How about resilience? Everything fails all the time, right? At least Werner Vogels said so, but that was back in 2008 when AWS was little more than S3, SQS, and EC2, the latter of which just exited public beta and got an SLA–perhaps there’s a connection here. Modern servers have redundant, swappable power supplies and fans, hot-swappable storage, and some are claimed to have swappable RAM. Still, you won’t keep all your data just in RAM, but write a persistent log that allows you to restore the system state in case of failure. For a large server, that may take time. If you have 2 hardware outages a year and a 30 minute restore time, you still get 4 nines, about the same as most cloud services. In reality, you likely break down your system into smaller components that must be highly available and others that can afford a slightly longer MTTR.

Cloud providers must architect for a scale that you don’t have

When designing for scale, the first law of enterprise IT applies:

No, you’re not Google, Meta, or Temu.

Although e-commerce deals with massive load spikes for holiday shopping or the self-inflicted Cyber Monday, much of the world runs on a few million requests a day, if that. For cloud providers, it’s a different story. Amazon SQS processes “billions of messages per day”, and S3 held 280 trillion objects, processing 100 million requests per second, as of 2023.

This scale does require distributed, asynchronous architectures that are massively scaled out. The catch is that you inherit the programming model for services at that scale, even if your scale is 5 orders or magnitude smaller. When at AWS, I had a common saying to highlight this issue:

What if customers want the functionality, but not the distributedness?

For example, I want event routing and easily deployable functions, but I don’t want asynchronous, out-of-order delivery lacking transactional guarantees that I get with EventBridge and Lambda.
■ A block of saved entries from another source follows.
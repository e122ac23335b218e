"""Mock band powers of an invented experiment: binned fiducial spectra plus one Gaussian draw.

The band powers are the top-hat means of the fiducial D_ℓ over each bin of the `Experiment`; with
``realise`` one draw from the multivariate Gaussian with the Knox covariance (`infer.forecast.knox`)
is added — the Gaussian likelihood approximation of band powers; the exact full-sky distribution of
Ĉ_ℓ is Wishart (e.g. Percival & Brown 2006, MNRAS 372, 1104). The draw uses
``numpy.random.Generator(PCG64(seed))`` and the Cholesky factor of the covariance, so a seed gives the
same dataset on every platform numpy supports.
"""
from __future__ import annotations

import numpy as np

from infer import data
from infer.forecast.experiment import Experiment
from infer.errors import UserError
from infer.forecast.knox import knox_covariance, theory_dl
from infer.theory.base import Spectra


def simulate(exp: Experiment, spectra: Spectra, seed=None, realise: bool = True) -> data.BandPowers:
    """Mock band powers: top-hat-binned theory D_ℓ, plus (``realise``) one Gaussian draw from the Knox
    covariance. Units D_ℓ μK², top-hat windows; checked like any dataset (`infer.data.from_arrays`)."""
    bands = knox_covariance(exp, spectra)
    dl = theory_dl(exp, spectra, exp.spectra)
    value = np.array([dl[k][a:b + 1].mean() for k, a, b in zip(bands.kind, bands.ell_lo, bands.ell_hi)])
    if realise:
        rng = np.random.default_rng(seed)
        try:
            chol = np.linalg.cholesky(bands.covariance)
        except np.linalg.LinAlgError:
            raise UserError(f"experiment {exp.name!r}: the Knox covariance is not positive definite "
                            "(zero signal and zero noise in some band?); no realisation can be "
                            "drawn") from None
        value = value + chol @ rng.standard_normal(value.size)
        how = f"Gaussian realisation, seed {seed}"
    else:
        how = "no noise realisation"
    return data.from_arrays(kind=bands.kind, ell_lo=bands.ell_lo, ell_hi=bands.ell_hi,
                            ell_eff=bands.ell_eff, value=value, covariance=bands.covariance,
                            units="Dl_uK2", experiment=exp.name,
                            source=f"mock of experiment {exp.name!r} ({how})")


__all__ = ["simulate", "Experiment"]
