def knox_covariance(exp: Experiment, spectra: Spectra) -> KnoxBands:
    """Band edges and the Gaussian band-power covariance (TT–TE–EE cross terms included)."""
    dl = _theory_dl(exp, spectra, _needed_kinds(exp.spectra))
    lo, hi = exp.bin_edges()
    nb, width = exp.n_bins, exp.bin_width
    ell = np.arange(exp.ell_min, exp.ell_min + nb * width)
    nt = noise_dl(ell, exp.noise_uK_arcmin, exp.beam_fwhm_arcmin)
    noise = {"TT": nt, "EE": nt * exp.pol_noise_factor**2, "BB": nt * exp.pol_noise_factor**2}
    zero = np.zeros(ell.size)

    def m(a: str, b: str) -> np.ndarray:
        key = a + b if a + b in ("TT", "TE", "EE", "BB") else b + a
        if key not in ("TT", "TE", "EE", "BB"):
            return zero                           # TB, EB: zero by parity
        if key not in dl:
            return zero                           # never read when not needed
        return dl[key][ell] + noise.get(key, zero)

    modes = (2.0 * ell + 1.0) * exp.fsky
    kinds = exp.spectra
    n = len(kinds) * nb
    cov = np.zeros((n, n))
    for p, kp in enumerate(kinds):
        x, y = _FIELDS[kp]
        for q, kq in enumerate(kinds[p:], start=p):
            w, z = _FIELDS[kq]
            per_ell = (m(x, w) * m(y, z) + m(x, z) * m(y, w)) / modes
            block = per_ell.reshape(nb, width).sum(axis=1) / width**2
            idx_p = p * nb + np.arange(nb)
            idx_q = q * nb + np.arange(nb)
            cov[idx_p, idx_q] = block
            cov[idx_q, idx_p] = block
    kind = np.repeat(np.array(kinds, dtype="<U2"), nb)
    return KnoxBands(kind=kind, ell_lo=np.tile(lo, len(kinds)), ell_hi=np.tile(hi, len(kinds)),
                     ell_eff=np.tile(0.5 * (lo + hi), len(kinds)), covariance=cov)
Sadly, serverless packages the complex programming and run-time model along with the functionality, one aspect that adds to the serverless illusion, which I highlighted before. As a result, you’re not benefitting from the reduced hardware size constraint, unless you wander back to on premises (hello again, DHH!), or perhaps VMs in the cloud (you can get 24TB RAM in EC2 for about USD 100 per hour, although you’ll have to make do with 2nd generation Xeon processors).
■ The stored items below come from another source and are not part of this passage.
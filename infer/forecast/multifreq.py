"""Multi-frequency mock band powers of an invented experiment: CMB, foregrounds, per-channel noise and beams.

A multi-frequency spec is a TOML file of our own layout (``infer simulate`` recognises it by its
``[channels]`` tables)::

    [experiment]      name, fsky, ell_min, ell_max, bin_width, spectra, pairs (optional "AxB" list)
    [channels.NAME]   one per frequency channel (`infer.forecast.channels`): nu_ghz, noise_uK_arcmin,
                      beam_fwhm_arcmin, bandpass, beam_error, and the instrument truths calibration,
                      pol_efficiency, beam_truth
    [fiducial]        the theory's parameters, as in a single-channel spec
    [theory]          the backend (default CAMB, standard accuracy)
    [nuisance]        the foreground model, with the same keys as a run file's [nuisance] section
    [sky]             the foreground parameters' true values (names as in run files: ps_90x150, cib_amp, …)
    [mock]            seed, realise, output, description

The mean band powers are the run-time model itself at the truths (`infer.model.nuisance`): the binned
theory B, plus the foreground terms, times the instrument factor of each channel pair (calibrations,
polarisation efficiencies and beam-mode amplitudes) — so a fit with the matching nuisance model has the
truths as its noise-free optimum. Bands are top-hat bins; the dataset carries the channels (frequencies,
bandpasses), the beam modes (K = channels × modes per channel, `infer.forecast.channels`), the per-band
noise of auto-spectra and the fiducial model (what the Hamimeche–Lewis likelihood needs).

The covariance is the Gaussian (Wick) covariance of cross-spectra (`infer.forecast.knox.cross_covariance`,
Knox 1995 generalised to several fields) of the signal-plus-noise matrix of the fields T_c, E_c, whose sky
part holds the CMB and the foregrounds (each band's foreground power taken as constant across its bin —
an approximation of the mock's covariance only; the data are drawn from exactly this covariance) and
whose instrument part holds the calibrations, efficiencies and white noise behind each beam. One draw
from that Gaussian is added with ``realise``.
"""
from __future__ import annotations

try:
    import tomllib
except ModuleNotFoundError:  # Python 3.10
    import tomli as tomllib
from dataclasses import dataclass
from pathlib import Path

import numpy as np

from infer import data, validate
from infer.data.bandpowers import Channel
from infer.data.checks import read_bytes
from infer.errors import UserError
from infer.forecast import channels as chans
from infer.forecast.experiment import MAX_BANDS, _fiducial, _mock_options
from infer.forecast.knox import cross_covariance, noise_dl

TABLES = ("experiment", "channels", "fiducial", "mock", "theory", "nuisance", "sky")
EXPERIMENT_KEYS = ("name", "fsky", "ell_min", "ell_max", "bin_width", "spectra", "pairs")


@dataclass(frozen=True)
class MultiSpec:
    """A checked multi-frequency spec."""

    path: str
    name: str
    fsky: float
    ell_min: int
    ell_max: int
    bin_width: int
    spectra: tuple[str, ...]
    channels: tuple            # of `infer.forecast.channels.ChannelSpec`
    spectra_list: tuple        # (kind, channel_1, channel_2) in dataset order
    fiducial: dict
    theory: dict
    nuisance: object           # `infer.model.nuisance.NuisanceOptions`
    sky: dict
    mock: dict

    @property
    def n_bins(self) -> int:
        return (self.ell_max - self.ell_min + 1) // self.bin_width


def is_multifrequency(path) -> bool:
    """Whether the spec at ``path`` has ``[channels]`` tables (a parse error is left to the readers)."""
    try:
        return "channels" in tomllib.loads(read_bytes(Path(path), "experiment spec").decode("utf-8"))
    except (UnicodeDecodeError, tomllib.TOMLDecodeError):
        return False


def read_spec(path) -> MultiSpec:
    """Read and check a multi-frequency spec (one line naming the file and key for every error)."""
    from infer.model import nuisance
    path = Path(path)
    where = str(path)
    try:
        spec = tomllib.loads(read_bytes(path, "experiment spec").decode("utf-8"))
    except UnicodeDecodeError:
        raise UserError(f"{path}: experiment spec is not UTF-8 text") from None
    except tomllib.TOMLDecodeError as exc:
        raise UserError(f"{path}: not valid TOML ({' '.join(str(exc).split())})") from None
    for key in spec:
        if key not in TABLES:
            raise UserError(f"{path}: unknown table [{key}] (known: {', '.join(TABLES)})")
    for table in ("experiment", "channels", "fiducial"):
        if table not in spec:
            raise UserError(f"{path}: table [{table}] is missing")
    e = spec["experiment"]
    validate.check_keys(where, "experiment", e, set(EXPERIMENT_KEYS))
    for key in EXPERIMENT_KEYS[:-1]:
        if key not in e:
            raise UserError(f"{path}: missing key 'experiment.{key}'")
    name = validate.text(where, "experiment.name", e["name"], line=True)
    fsky = float(validate.number(where, "experiment.fsky", e["fsky"], low=1e-6, high=1.0))
    lmin = int(validate.number(where, "experiment.ell_min", e["ell_min"], integer=True, low=2, high=20_000))
    lmax = int(validate.number(where, "experiment.ell_max", e["ell_max"], integer=True, low=lmin, high=20_000))
    width = int(validate.number(where, "experiment.bin_width", e["bin_width"], integer=True, low=1,
                                high=lmax - lmin + 1))
    spectra = e["spectra"]
    if not (isinstance(spectra, list) and spectra and all(s in ("TT", "TE", "EE") for s in spectra)
            and len(set(spectra)) == len(spectra)):
        raise UserError(f"{path}: 'experiment.spectra' must list distinct TT, TE, EE, got {validate.show(spectra)}")
    channels = chans.read_channels(where, spec["channels"], path.resolve().parent, lmax)
    if len({c.nu_ghz for c in channels}) != len(channels):
        raise UserError(f"{path}: two channels share a frequency")
    listed = chans.cross_pairs(where, channels, tuple(spectra), e.get("pairs"))
    n_bins = (lmax - lmin + 1) // width
    if n_bins * len(listed) > MAX_BANDS:
        raise UserError(f"{path}: {n_bins * len(listed)} bands (more than {MAX_BANDS}); widen the bins or "
                        "name fewer pairs")
    theory = dict(spec.get("theory", {"code": "camb", "accuracy": "standard"}))
    if "code" not in theory:
        raise UserError(f"{path}: missing key 'theory.code'")
    fiducial = _fiducial(where, spec["fiducial"], theory["code"] == "camb")
    options = nuisance.read_section(where, spec.get("nuisance", {}), path.resolve().parent, theory, ())
    sky = spec.get("sky", {})
    for key, val in sky.items():
        validate.number(where, f"sky.{key}", val)
    return MultiSpec(where, name, fsky, lmin, lmax, width, tuple(spectra), channels, tuple(listed),
                     fiducial, theory, options, {k: float(v) for k, v in sky.items()},
                     _mock_options(path, spec.get("mock", {})))


def _layout(spec: MultiSpec):
    """Per band: kind, channels, ℓ range; and the ℓ grid of the bins."""
    lo = spec.ell_min + spec.bin_width * np.arange(spec.n_bins)
    kind, c1, c2, ell_lo = [], [], [], []
    for k, a, b in spec.spectra_list:
        kind += [k] * spec.n_bins
        c1 += [a] * spec.n_bins
        c2 += [b] * spec.n_bins
        ell_lo.append(lo)
    return np.array(kind), np.array(c1), np.array(c2), np.concatenate(ell_lo)


def _beam_modes(spec: MultiSpec, c1, c2, ell_lo) -> np.ndarray:
    """(C·K, N): mode k of channel c changes band (i, j) by ([c = i] + [c = j]) s_k ⟨φ_k⟩_bin."""
    k_modes = len(spec.channels[0].beam_error)
    ell = np.arange(spec.ell_min, spec.ell_min + spec.n_bins * spec.bin_width)
    rows = []
    for c in spec.channels:
        shapes = chans.beam_mode_shapes(ell, c.beam_fwhm_arcmin, k_modes)
        binned = shapes.reshape(k_modes, spec.n_bins, spec.bin_width).mean(axis=2)     # (K, n_bins)
        index = (ell_lo - spec.ell_min) // spec.bin_width
        for k in range(k_modes):
            hits = (c1 == c.name).astype(float) + (c2 == c.name).astype(float)
            rows.append(hits * c.beam_error[k] * binned[k, index])
    return np.array(rows).reshape(len(rows), len(c1))


def truths(spec: MultiSpec) -> dict[str, float]:
    """The nuisance parameters' true values of the mock: [sky] and the channels' instrument truths."""
    from infer.model.foregrounds import channel_key
    out = dict(spec.sky)
    for c in spec.channels:
        out[f"cal_{channel_key(c.name)}"] = c.calibration
        out[f"poleff_{channel_key(c.name)}"] = c.pol_efficiency
    k_modes = len(spec.channels[0].beam_error)
    for i, c in enumerate(spec.channels):
        for k in range(k_modes):
            out[f"beam_{i * k_modes + k}"] = c.beam_truth[k]
    return out


def _draft(spec: MultiSpec, B=None):
    """The mock's bands (value B, unit covariance) and its nuisance model."""
    from scipy import sparse
    from infer.model.nuisance import NuisanceModel
    kind, c1, c2, ell_lo = _layout(spec)
    channels = [Channel(c.name, c.nu_ghz, c.bandpass_nu_ghz, c.bandpass_weight) for c in spec.channels]
    n = len(kind)
    draft = data.from_arrays(kind=kind, ell_lo=ell_lo, ell_hi=ell_lo + spec.bin_width - 1,
                             value=np.ones(n) if B is None else B, covariance=np.eye(n), channel_1=c1,
                             channel_2=c2, channels=channels, beam_modes=_beam_modes(spec, c1, c2, ell_lo))
    model = NuisanceModel(draft, sparse.csr_matrix(np.asarray(draft.window, float)), draft.window_ell,
                          spec.nuisance, where=f"{spec.path}: [nuisance]")
    return draft, model


def check_sky(spec: MultiSpec) -> None:
    """Every [sky] name is a parameter of the spec's foreground model (before any theory call)."""
    _, model = _draft(spec)
    for key in spec.sky:
        if key not in model.defaults or key.startswith(("cal_", "poleff_", "beam_", "calibration")):
            raise UserError(f"{spec.path}: 'sky.{key}' is not a foreground parameter of this spec's [nuisance] "
                            f"model (known: {', '.join(sorted(model.amplitudes) + sorted(model.ranges))}; "
                            "instrument truths go in [channels.NAME])")


def simulate(spec: MultiSpec, spectra, seed=None, realise: bool = True) -> data.BandPowers:
    """The mock dataset of ``spec`` for the theory ``spectra`` (module docstring)."""
    check_sky(spec)
    kind, c1, c2, ell_lo = _layout(spec)
    ell_hi = ell_lo + spec.bin_width - 1
    n = len(kind)
    ell = np.arange(spec.ell_min, spec.ell_min + spec.n_bins * spec.bin_width)
    binned = {k: np.asarray(spectra.dl[k], float)[ell].reshape(spec.n_bins, spec.bin_width).mean(axis=1)
              for k in spec.spectra}
    index = (ell_lo - spec.ell_min) // spec.bin_width
    B = np.array([binned[k][i] for k, i in zip(kind, index)])
    draft, model = _draft(spec, B)
    truth = truths(spec)
    mean = model.apply(B, truth)
    # The sky's foreground power per (kind, a, b) for the covariance: each band's value across its bin.
    fg_bands = model.foreground(model.values({k: v for k, v in truth.items() if k in spec.sky}, 1))
    fg_bands = np.zeros(n) if np.isscalar(fg_bands) else np.asarray(fg_bands)[0]
    foreground = {}
    for k, a, b in spec.spectra_list:
        rows = np.flatnonzero((kind == k) & (c1 == a) & (c2 == b))
        foreground[(k, a, b)] = np.repeat(fg_bands[rows], spec.bin_width)
    dl = {k: np.asarray(spectra.dl[k], float) for k in ("TT", "TE", "EE")}
    m_ell = chans.field_matrix(spec.channels, dl, ell, foreground)
    first, second = zip(*(chans.field_index(spec.channels, k, a, b) for k, a, b in spec.spectra_list))
    cov = cross_covariance(m_ell, first, second, ell, spec.fsky, spec.bin_width)
    noise = np.zeros(n)
    for c in spec.channels:
        nt = noise_dl(ell, c.noise_uK_arcmin, c.beam_fwhm_arcmin).reshape(spec.n_bins, spec.bin_width).mean(axis=1)
        auto = (c1 == c.name) & (c2 == c.name)
        factor = np.where(kind == "TT", 1.0, np.where(kind == "EE", c.pol_noise_factor ** 2, 0.0))
        noise[auto] = (nt[index] * factor)[auto]
    value = mean.copy()
    how = "no noise realisation"
    if realise:
        try:
            chol = np.linalg.cholesky(cov)
        except np.linalg.LinAlgError:
            raise UserError(f"{spec.path}: the covariance is not positive definite (zero signal and noise "
                            "in some band?)") from None
        value = value + chol @ np.random.default_rng(seed).standard_normal(n)
        how = f"Gaussian realisation, seed {seed}"
    return data.from_arrays(kind=kind, ell_lo=ell_lo, ell_hi=ell_hi, value=value, covariance=cov,
                            channel_1=c1, channel_2=c2, channels=draft.channels, beam_modes=draft.beam_modes,
                            noise=noise,
                            fiducial=mean, units="Dl_uK2", experiment=spec.name,
                            source=f"multi-frequency mock of experiment {spec.name!r} ({how})")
Everyone’s favorite unfavorite: coupling

If you ask architects to quickly name out one of the most important design criteria, there’s one word that you are bound to hear a lot: “coupling”, as in “everything must be loosely coupled”. Now, one could write entire books on the topic, so I will simplify a bit, but the hunt for loose coupling might also be past its prime.
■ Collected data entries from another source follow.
def prepare(spec, cfg) -> Setup:
    """Read the spec and check it against the run ``cfg`` (a loaded `infer.config.Config`): the run's
    [dataset] cuts apply to the spec's bands, and every run parameter has a fiducial value. No theory
    call; every problem is a one-line `UserError`."""
    from infer import data as datasets
    from infer.data import selection
    exp, fiducial, options = read_experiment(spec)
    theory = options["theory"]
    spec_cls = theory_class(theory.get("code"), f"{spec}: [theory]")
    lo, hi = exp.bin_edges()
    n = exp.n_bins * len(exp.spectra)
    skeleton = datasets.from_arrays(kind=np.repeat(np.array(exp.spectra), exp.n_bins), ell_lo=np.tile(lo, len(exp.spectra)),
                                    ell_hi=np.tile(hi, len(exp.spectra)), value=np.zeros(n), covariance=np.eye(n),
                                    units="Dl_uK2", experiment=exp.name, source=str(spec))
    try:
        skeleton = selection.cut(skeleton, cfg.dataset)
    except UserError as err:
        raise UserError(f"{cfg.path}: [dataset] cuts do not fit the bands of {spec} ({err})") from None
    sources = {}
    for p in cfg.parameters:
        where = _where_from(p.name, fiducial, spec_cls, theory)
        if where is None:
            raise UserError(f"{cfg.path}: [parameters.{p.name}] has no fiducial value in {spec}: not in "
                            f"[fiducial], not a nuisance parameter, not a derived quantity of theory code "
                            f"'{spec_cls.code}'")
        sources[p.name] = where
    setup = Setup(str(spec), exp, fiducial, theory, cfg, sources, skeleton)
    known = {p.name: v for p, v in zip(cfg.sampled, (_static_value(setup, p.name, spec_cls) for p in cfg.sampled))
             if v is not None}
    check_support(setup, known)
    return setup


def _static_value(setup: Setup, name: str, spec_cls):
    """A fiducial value known without a theory call (None for a derived quantity)."""
    src = setup.sources[name]
    if src == "fiducial":
        return setup.fiducial[name]
    if src == "nuisance":
        return NUISANCE[name]
    if src == "default":
        defaults = getattr(importlib.import_module(spec_cls.__module__), "OPTIONAL_DEFAULTS", {})
        return defaults[name] if name in defaults else setup.theory.get(name, spec_cls.SETTINGS[name].default)
    return None


def check_support(setup: Setup, values: dict) -> None:
    """Every fiducial value of a sampled parameter lies inside its prior's support."""
    from infer.config import support
    for p in setup.cfg.sampled:
        if p.name not in values:
            continue
        lo, hi = support(p.prior)
        if not lo < values[p.name] < hi:
            raise UserError(f"{setup.cfg.path}: the fiducial {p.name} = {values[p.name]:.6g} ({setup.sources[p.name]}, "
                            f"{setup.spec}) lies outside the prior support [{lo:g}, {hi:g}] of [parameters.{p.name}]")


def fiducial_data(setup: Setup):
    """The noise-free fiducial bands with the Knox covariance, cut as the run asks, and the fiducial
    spectra (one call of the spec's theory)."""
    from infer.data import selection
    exp = setup.exp
    theory, inputs = theory_at_point(setup.theory, setup.fiducial, exp.ell_max + 2,
                                     where=f"{setup.spec}: [theory]", point_where=f"{setup.spec}: [fiducial]")
    try:
        spectra = theory.compute(inputs)
    except TheoryError as err:
        raise UserError(f"{setup.spec}: the theory cannot compute the [fiducial] point ({err.reason})") from None
    bands = simulate(exp, spectra, realise=False)
    return selection.cut(bands, setup.cfg.dataset), spectra, theory


def fiducial_point(setup: Setup, spectra, spec_theory) -> tuple[dict, list[str]]:
    """Every run parameter's fiducial value, and notes (fixed values that differ from it)."""
    values, notes = {}, []
    for p in setup.cfg.parameters:
        v = _static_value(setup, p.name, type(spec_theory))
        v = float(spectra.derived[p.name] if v is None else v)
        values[p.name] = v
        if p.value is not None and not math.isclose(p.value, v, rel_tol=1e-6, abs_tol=1e-12):
            notes.append(f"{p.name} is fixed at {p.value:g} in the run file; the spec's fiducial is {v:.6g}")
    return values, notes


# -- the exact calls -----------------------------------------------------------------------------------
class StencilCalls:
    """``model(points (M, P)) → (M, N)`` through an evaluator, in chunks of ``chunk`` points, with a live
    bar on a terminal and a log line per round of the step check otherwise."""

    def __init__(self, evaluator, n_bands: int, names, chunk: int, interactive: bool | None = None):
        self.ev, self.n, self.names, self.chunk = evaluator, n_bands, names, max(1, chunk)
        self.calls, self.round, self.t0 = 0, 0, time.monotonic()
        self.interactive = sys.stderr.isatty() if interactive is None else interactive
        self.bar = None

    def __call__(self, points):
        points = np.atleast_2d(np.asarray(points, float))
        self.round += 1
        if self.interactive and self.bar is None:
            from tqdm import tqdm
            self.bar = tqdm(total=len(points), unit="call", file=sys.stderr, dynamic_ncols=True,
                            desc="Fisher stencil")
        elif self.bar is not None:
            self.bar.total += len(points)
        out = np.empty((len(points), self.n))
        for a in range(0, len(points), self.chunk):
            _, blobs, reasons = self.ev.evaluate(points[a:a + self.chunk])
            for k, why in enumerate(reasons):
                if why is not None:
                    x = ", ".join(f"{n} = {v:.6g}" for n, v in zip(self.names, points[a + k]))
                    raise UserError(f"the theory failed at a point of the Fisher stencil ({why}) at {x}; "
                                    "smaller first steps ([parameters.NAME] spread) keep it nearer the fiducial")
            out[a:a + len(reasons)] = blobs[:, :self.n]
            self.calls += len(reasons)
            if self.bar is not None:
                self.bar.update(len(reasons))
        if self.bar is None:
            what = ("the fiducial point" if self.round == 1 else "the first stencil" if self.round == 2 else
                    f"step halving {self.round - 2}")
            log.info("forecast: %s: %d exact call%s (%d in all, %.0f s)", what, len(points),
                     "" if len(points) == 1 else "s", self.calls, time.monotonic() - self.t0)
        return out

    def close(self):
        if self.bar is not None:
            self.bar.close()


# -- the result ------------------------------------------------------------------------------------------
@dataclass
class Forecast:
    """A Fisher forecast (see the module docstring): Gaussian approximation, labelled as such."""

    names: tuple
    tex: dict
    x0: np.ndarray                   # fiducial point of the sampled parameters
    fisher: NumericalFisher          # the data's Fisher matrix and its step-check diagnostics
    prior_precision: np.ndarray      # (P,) 1/σ² of normal priors, 0 for uniform
    fixed: dict                      # fixed parameters and their values
    experiment: str
    spec: str
    run: str
    n_bands: int
    chi2_fiducial: float             # χ² of the run's model at x0 against the fiducial bands (≈ 0)
    calls: int
    seconds: float
    notes: list = field(default_factory=list)

    @property
    def matrix(self) -> np.ndarray:
        """F + prior precision."""
        return self.fisher.matrix + np.diag(self.prior_precision)

    @property
    def covariance(self) -> np.ndarray:
        return np.linalg.inv(self.matrix)

    @property
    def sigma(self) -> np.ndarray:
        """Marginalised σ."""
        return np.sqrt(np.diag(self.covariance))

    @property
    def conditional(self) -> np.ndarray:
        """Conditional σ (every other parameter fixed at the fiducial)."""
        return 1.0 / np.sqrt(np.diag(self.matrix))

    @property
    def correlation(self) -> np.ndarray:
        s = self.sigma
        return self.covariance / np.outer(s, s)

    def to_dict(self) -> dict:
        f = self.fisher
        return {"format": FORMAT, "format_version": FORMAT_VERSION, "what": LABEL, "spec": self.spec,
                "run": self.run, "experiment": self.experiment, "n_bands": self.n_bands, "names": list(self.names),
                "fiducial": dict(zip(self.names, self.x0.tolist())), "fixed": dict(self.fixed),
                "sigma": dict(zip(self.names, self.sigma.tolist())),
                "conditional_sigma": dict(zip(self.names, self.conditional.tolist())),
                "covariance": self.covariance.tolist(), "correlation": self.correlation.tolist(),
                "fisher_data": f.matrix.tolist(), "prior_precision": self.prior_precision.tolist(),
                "steps": f.steps.tolist(), "step_change": [float(c) for c in f.change],
                "converged": f.converged.tolist(), "rtol": f.rtol, "chi2_fiducial": self.chi2_fiducial,
                "exact_calls": self.calls, "seconds": self.seconds, "notes": list(self.notes)}


def prior_precision(cfg) -> np.ndarray:
    """1/σ² of each sampled parameter's normal prior (truncated or not), 0 for a uniform prior."""
    return np.array([0.0 if p.prior.kind == "uniform" else 1.0 / p.prior.args[1] ** 2 for p in cfg.sampled])


def forecast(setup: Setup, *, workers: int = 0, evaluator=None, rtol: float = 1e-2, max_halvings: int = 6,
             interactive: bool | None = None) -> Forecast:
    """The Fisher forecast of ``setup`` (from `prepare`). Exact calls go through ``evaluator`` if given,
    else one made here for ``workers`` processes (0: this process)."""
    from infer.config import support
    t0 = time.monotonic()
    cfg = setup.cfg
    data, spectra, spec_theory = fiducial_data(setup)
    values, notes = fiducial_point(setup, spectra, spec_theory)
    names = tuple(p.name for p in cfg.sampled)
    x0 = np.array([values[n] for n in names])
    check_support(setup, values)
    fixed = {k: float(v) for k, v in cfg.fixed.items()}
    factory = FiducialBandsFactory(cfg, data)
    own = evaluator is None
    if own:
        from infer.parallel import make_evaluator
        evaluator = make_evaluator(factory, workers, cfg.sampling.threads_per_worker)
    calls = StencilCalls(evaluator, len(data.value), names, max(1, workers), interactive)
    try:
        chi2 = _chi2(data, calls(x0[None, :])[0])         # the run's model at x0 against the fiducial bands
        steps = np.array([p.spread for p in cfg.sampled], float)
        result = numerical_fisher(calls, x0, steps, data.covariance, names=names, rtol=rtol,
                                  max_halvings=max_halvings, vectorized=True)
    finally:
        calls.close()
        if own:
            evaluator.close()
    low = cfg.sections.get("likelihood")
    if low is not None and getattr(low, "low_ell", None) == "hamimeche-lewis":
        notes.append("the run's low-ℓ bands use the Hamimeche–Lewis likelihood; the forecast treats every band "
                     "with the Gaussian (Knox) covariance")
    if not result.all_converged:
        bad = [n for n, ok in zip(names, result.converged) if not ok]
        notes.append(f"the step check did NOT converge for {', '.join(bad)} (rtol {rtol:g}); their "
                     "errors are uncertain (see the step table)")
    tex = {p.name: p.tex for p in cfg.sampled}
    out = Forecast(names, tex, x0, result, prior_precision(cfg), fixed, setup.exp.name, setup.spec, str(cfg.path),
                   len(data.value), float(chi2), calls.calls, time.monotonic() - t0, notes)
    for p, v, s in zip(cfg.sampled, x0, out.sigma):
        lo, hi = support(p.prior)
        if p.prior.kind == "uniform" and (v - 2 * s < lo or v + 2 * s > hi):
            out.notes.append(f"{p.name}: the uniform prior's bound lies within 2σ of the fiducial; the Gaussian "
                             "approximation ignores it")
    return out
Our love affair with loose coupling is based on the desire to limit change propagation. If a seemingly simple change also necessitates a change in a far-away and ostensibly unrelated component, that’ll slow down development and lead to all sorts of unwelcome behavior like not fixing or refactoring things when needed.

The underlying constraint, which favors loose coupling, is that a) it’s difficult to find the places to change and b) that it’s difficult to make the change. In recent years, we have drastically reduced those constraints, for example through better source code management, global searches, CI/CD, automated tests, and much more. So, we can get away with much more tight coupling than we might be used to (and in fact, this observation led to Gregor’s Law of Coupling).

You can’t take sugar out of the cookies

When I speak to executive audiences about the challenges of transformation, I resort to the following metaphor:

If someone invents sweetener and removes the constraint that sweetness implies calories, you can’t take the sugar out of your cookies–you’ll have to bake another batch.

In large organizations, constraints have been baked into all forms of processes and ways of working, often over the course of multiple decades. Getting those constraints out is equally challenging as getting the sugar out of your cookies.

As architects, we can lead by example to flush out outdated assumptions and heuristics from our brains. And I like baking cookies, so making a new batch is no problem.